-- WORK REQUIRED --
Starting from the first line below, count the lines carrying the string "range" and answer with the count by itself.

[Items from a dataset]

▬▬▬▬▬▬▬▬▬▬

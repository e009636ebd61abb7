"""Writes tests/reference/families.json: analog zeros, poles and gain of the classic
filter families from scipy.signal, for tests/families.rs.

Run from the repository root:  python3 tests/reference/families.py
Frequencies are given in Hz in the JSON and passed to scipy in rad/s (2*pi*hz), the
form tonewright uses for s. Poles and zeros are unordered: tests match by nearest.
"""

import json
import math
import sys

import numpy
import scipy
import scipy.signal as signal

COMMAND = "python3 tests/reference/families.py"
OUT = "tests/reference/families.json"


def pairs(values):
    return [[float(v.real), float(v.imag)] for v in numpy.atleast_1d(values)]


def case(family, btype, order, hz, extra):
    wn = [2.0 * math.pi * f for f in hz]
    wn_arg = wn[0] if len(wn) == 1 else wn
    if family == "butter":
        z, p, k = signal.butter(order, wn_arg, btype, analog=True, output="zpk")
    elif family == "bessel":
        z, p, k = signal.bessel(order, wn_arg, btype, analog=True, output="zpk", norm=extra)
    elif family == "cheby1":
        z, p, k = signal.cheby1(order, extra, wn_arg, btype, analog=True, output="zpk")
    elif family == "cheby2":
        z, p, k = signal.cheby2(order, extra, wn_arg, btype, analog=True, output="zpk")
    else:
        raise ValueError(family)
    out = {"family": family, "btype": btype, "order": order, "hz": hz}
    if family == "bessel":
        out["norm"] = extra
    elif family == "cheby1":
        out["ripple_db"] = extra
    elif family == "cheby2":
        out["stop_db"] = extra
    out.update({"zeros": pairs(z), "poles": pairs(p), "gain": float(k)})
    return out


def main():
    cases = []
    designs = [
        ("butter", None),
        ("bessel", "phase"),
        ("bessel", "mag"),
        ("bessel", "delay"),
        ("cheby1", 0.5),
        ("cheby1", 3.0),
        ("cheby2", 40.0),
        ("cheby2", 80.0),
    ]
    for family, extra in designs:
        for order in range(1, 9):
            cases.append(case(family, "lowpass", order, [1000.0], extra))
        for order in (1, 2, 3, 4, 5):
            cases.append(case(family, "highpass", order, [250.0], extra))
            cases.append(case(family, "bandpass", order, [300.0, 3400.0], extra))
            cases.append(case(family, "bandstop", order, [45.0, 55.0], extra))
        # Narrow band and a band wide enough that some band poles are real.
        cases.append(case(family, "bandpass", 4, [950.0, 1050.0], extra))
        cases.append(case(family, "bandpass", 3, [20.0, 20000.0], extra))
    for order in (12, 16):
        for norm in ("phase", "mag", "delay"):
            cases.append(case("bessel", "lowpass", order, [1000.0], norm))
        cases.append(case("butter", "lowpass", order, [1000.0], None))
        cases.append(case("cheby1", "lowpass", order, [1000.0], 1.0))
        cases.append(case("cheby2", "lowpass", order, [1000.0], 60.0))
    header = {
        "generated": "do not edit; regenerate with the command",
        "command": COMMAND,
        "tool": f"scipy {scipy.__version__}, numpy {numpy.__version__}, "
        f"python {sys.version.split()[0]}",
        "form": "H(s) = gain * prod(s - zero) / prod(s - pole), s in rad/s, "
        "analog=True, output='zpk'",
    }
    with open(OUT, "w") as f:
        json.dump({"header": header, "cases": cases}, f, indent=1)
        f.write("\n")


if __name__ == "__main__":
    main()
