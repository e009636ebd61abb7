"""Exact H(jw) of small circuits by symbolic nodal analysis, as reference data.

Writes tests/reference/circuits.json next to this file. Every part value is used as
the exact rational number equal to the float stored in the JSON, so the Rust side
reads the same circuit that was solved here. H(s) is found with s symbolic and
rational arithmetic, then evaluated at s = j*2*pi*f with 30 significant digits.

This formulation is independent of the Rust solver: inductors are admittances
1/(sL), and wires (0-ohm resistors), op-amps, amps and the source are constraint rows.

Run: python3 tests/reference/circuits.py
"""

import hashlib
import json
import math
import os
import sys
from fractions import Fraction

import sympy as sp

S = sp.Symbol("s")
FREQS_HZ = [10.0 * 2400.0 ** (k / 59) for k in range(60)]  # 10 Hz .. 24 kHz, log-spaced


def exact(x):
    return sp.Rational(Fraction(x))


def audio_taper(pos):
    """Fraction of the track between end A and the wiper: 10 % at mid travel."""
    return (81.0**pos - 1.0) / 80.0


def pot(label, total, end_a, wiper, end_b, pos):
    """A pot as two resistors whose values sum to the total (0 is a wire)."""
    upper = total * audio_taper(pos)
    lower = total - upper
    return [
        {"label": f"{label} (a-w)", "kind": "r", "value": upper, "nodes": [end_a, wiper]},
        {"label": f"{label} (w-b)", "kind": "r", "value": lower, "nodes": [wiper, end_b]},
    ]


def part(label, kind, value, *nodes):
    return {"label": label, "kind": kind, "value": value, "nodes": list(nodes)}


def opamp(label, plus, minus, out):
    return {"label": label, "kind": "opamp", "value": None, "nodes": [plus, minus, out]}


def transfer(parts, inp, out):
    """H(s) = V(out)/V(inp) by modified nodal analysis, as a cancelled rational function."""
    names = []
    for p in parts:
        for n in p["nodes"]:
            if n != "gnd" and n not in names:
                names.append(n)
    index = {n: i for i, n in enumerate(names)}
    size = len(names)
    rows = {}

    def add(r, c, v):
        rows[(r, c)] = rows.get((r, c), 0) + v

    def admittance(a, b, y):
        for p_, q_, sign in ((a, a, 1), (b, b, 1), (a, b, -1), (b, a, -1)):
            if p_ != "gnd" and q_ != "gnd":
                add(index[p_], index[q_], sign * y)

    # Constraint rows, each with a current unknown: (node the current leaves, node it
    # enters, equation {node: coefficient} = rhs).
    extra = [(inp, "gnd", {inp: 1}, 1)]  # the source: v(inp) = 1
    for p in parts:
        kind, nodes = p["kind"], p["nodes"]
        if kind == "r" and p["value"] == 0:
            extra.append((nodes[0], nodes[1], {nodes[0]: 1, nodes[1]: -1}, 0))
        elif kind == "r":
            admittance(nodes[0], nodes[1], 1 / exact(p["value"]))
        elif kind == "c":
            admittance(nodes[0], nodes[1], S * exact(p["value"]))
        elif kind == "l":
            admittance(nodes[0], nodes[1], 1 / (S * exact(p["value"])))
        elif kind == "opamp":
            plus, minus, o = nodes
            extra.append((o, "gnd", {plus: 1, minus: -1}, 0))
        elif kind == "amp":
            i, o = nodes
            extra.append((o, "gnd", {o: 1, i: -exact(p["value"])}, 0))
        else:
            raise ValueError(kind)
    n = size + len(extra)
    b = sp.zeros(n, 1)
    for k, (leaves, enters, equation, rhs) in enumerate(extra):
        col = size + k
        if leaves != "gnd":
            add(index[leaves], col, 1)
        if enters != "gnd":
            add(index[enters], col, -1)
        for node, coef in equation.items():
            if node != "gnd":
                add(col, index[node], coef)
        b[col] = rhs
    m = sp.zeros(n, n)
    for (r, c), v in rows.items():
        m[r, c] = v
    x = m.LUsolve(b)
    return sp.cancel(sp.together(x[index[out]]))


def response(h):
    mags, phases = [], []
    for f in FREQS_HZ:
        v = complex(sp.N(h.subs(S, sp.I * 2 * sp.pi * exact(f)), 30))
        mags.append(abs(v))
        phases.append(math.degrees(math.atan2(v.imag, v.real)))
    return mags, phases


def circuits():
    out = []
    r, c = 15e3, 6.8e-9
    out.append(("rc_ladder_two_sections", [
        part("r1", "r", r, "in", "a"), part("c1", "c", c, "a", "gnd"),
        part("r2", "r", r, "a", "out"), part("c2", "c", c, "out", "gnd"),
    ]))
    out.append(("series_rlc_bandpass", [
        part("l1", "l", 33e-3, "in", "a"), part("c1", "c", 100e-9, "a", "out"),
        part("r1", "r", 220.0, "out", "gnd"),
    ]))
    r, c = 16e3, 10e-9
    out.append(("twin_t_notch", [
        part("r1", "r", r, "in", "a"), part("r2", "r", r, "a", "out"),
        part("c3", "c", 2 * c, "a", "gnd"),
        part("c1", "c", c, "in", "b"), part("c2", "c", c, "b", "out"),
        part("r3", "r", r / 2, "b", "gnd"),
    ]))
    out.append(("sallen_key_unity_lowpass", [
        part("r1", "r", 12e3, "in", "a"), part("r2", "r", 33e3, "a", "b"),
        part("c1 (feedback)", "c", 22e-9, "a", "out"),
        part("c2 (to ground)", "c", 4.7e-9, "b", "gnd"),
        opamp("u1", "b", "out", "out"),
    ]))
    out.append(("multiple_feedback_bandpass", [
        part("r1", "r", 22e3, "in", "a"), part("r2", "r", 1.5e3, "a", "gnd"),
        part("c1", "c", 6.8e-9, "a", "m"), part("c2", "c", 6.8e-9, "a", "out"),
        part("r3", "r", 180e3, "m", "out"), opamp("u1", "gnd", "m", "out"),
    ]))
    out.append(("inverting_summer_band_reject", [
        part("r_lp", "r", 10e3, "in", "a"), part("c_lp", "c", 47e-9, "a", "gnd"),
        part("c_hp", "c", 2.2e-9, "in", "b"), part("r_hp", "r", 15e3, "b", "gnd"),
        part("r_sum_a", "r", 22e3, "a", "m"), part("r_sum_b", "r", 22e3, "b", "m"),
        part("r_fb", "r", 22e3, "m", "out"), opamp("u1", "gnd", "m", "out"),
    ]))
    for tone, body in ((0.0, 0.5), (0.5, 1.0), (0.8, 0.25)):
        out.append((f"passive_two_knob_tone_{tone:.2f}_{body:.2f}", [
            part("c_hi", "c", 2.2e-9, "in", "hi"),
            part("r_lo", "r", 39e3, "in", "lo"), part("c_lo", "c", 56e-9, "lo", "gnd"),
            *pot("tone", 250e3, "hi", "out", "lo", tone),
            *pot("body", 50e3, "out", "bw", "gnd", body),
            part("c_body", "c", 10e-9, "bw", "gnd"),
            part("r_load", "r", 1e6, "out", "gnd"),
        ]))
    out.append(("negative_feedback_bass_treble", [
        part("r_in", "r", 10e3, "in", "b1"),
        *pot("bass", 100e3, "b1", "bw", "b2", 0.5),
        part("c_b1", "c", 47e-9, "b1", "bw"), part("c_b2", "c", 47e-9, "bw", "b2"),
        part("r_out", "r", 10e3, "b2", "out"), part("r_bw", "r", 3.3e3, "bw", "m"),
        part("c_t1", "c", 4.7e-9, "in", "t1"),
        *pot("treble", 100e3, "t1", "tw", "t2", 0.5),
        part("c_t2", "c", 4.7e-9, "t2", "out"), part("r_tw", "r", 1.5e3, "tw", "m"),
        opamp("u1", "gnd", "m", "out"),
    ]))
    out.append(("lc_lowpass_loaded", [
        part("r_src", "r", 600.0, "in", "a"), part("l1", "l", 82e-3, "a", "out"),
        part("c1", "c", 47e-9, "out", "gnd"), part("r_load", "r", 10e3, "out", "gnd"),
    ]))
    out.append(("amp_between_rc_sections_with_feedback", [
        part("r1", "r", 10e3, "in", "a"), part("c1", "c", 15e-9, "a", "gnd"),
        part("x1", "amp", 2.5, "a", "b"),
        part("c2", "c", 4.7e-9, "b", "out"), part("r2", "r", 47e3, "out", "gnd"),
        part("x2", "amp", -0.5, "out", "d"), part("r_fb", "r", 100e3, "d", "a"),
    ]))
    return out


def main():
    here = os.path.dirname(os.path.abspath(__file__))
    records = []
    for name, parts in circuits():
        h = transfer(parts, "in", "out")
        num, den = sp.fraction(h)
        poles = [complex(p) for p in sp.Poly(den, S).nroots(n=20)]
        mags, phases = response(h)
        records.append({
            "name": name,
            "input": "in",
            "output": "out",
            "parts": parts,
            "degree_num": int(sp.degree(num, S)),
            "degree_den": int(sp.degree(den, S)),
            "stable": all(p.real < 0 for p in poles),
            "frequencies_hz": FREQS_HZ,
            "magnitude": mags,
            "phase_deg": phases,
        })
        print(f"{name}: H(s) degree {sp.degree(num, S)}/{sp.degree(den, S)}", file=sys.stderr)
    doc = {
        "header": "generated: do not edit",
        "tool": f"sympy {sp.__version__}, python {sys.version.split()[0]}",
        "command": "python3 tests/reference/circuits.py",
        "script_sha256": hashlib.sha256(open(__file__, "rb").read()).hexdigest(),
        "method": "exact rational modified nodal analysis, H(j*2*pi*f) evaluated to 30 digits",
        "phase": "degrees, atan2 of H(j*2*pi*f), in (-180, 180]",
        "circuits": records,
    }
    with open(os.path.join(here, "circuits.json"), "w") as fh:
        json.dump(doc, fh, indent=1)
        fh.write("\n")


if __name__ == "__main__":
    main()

▬▬▬▬▬▬▬▬▬▬

-- ANSWER --
2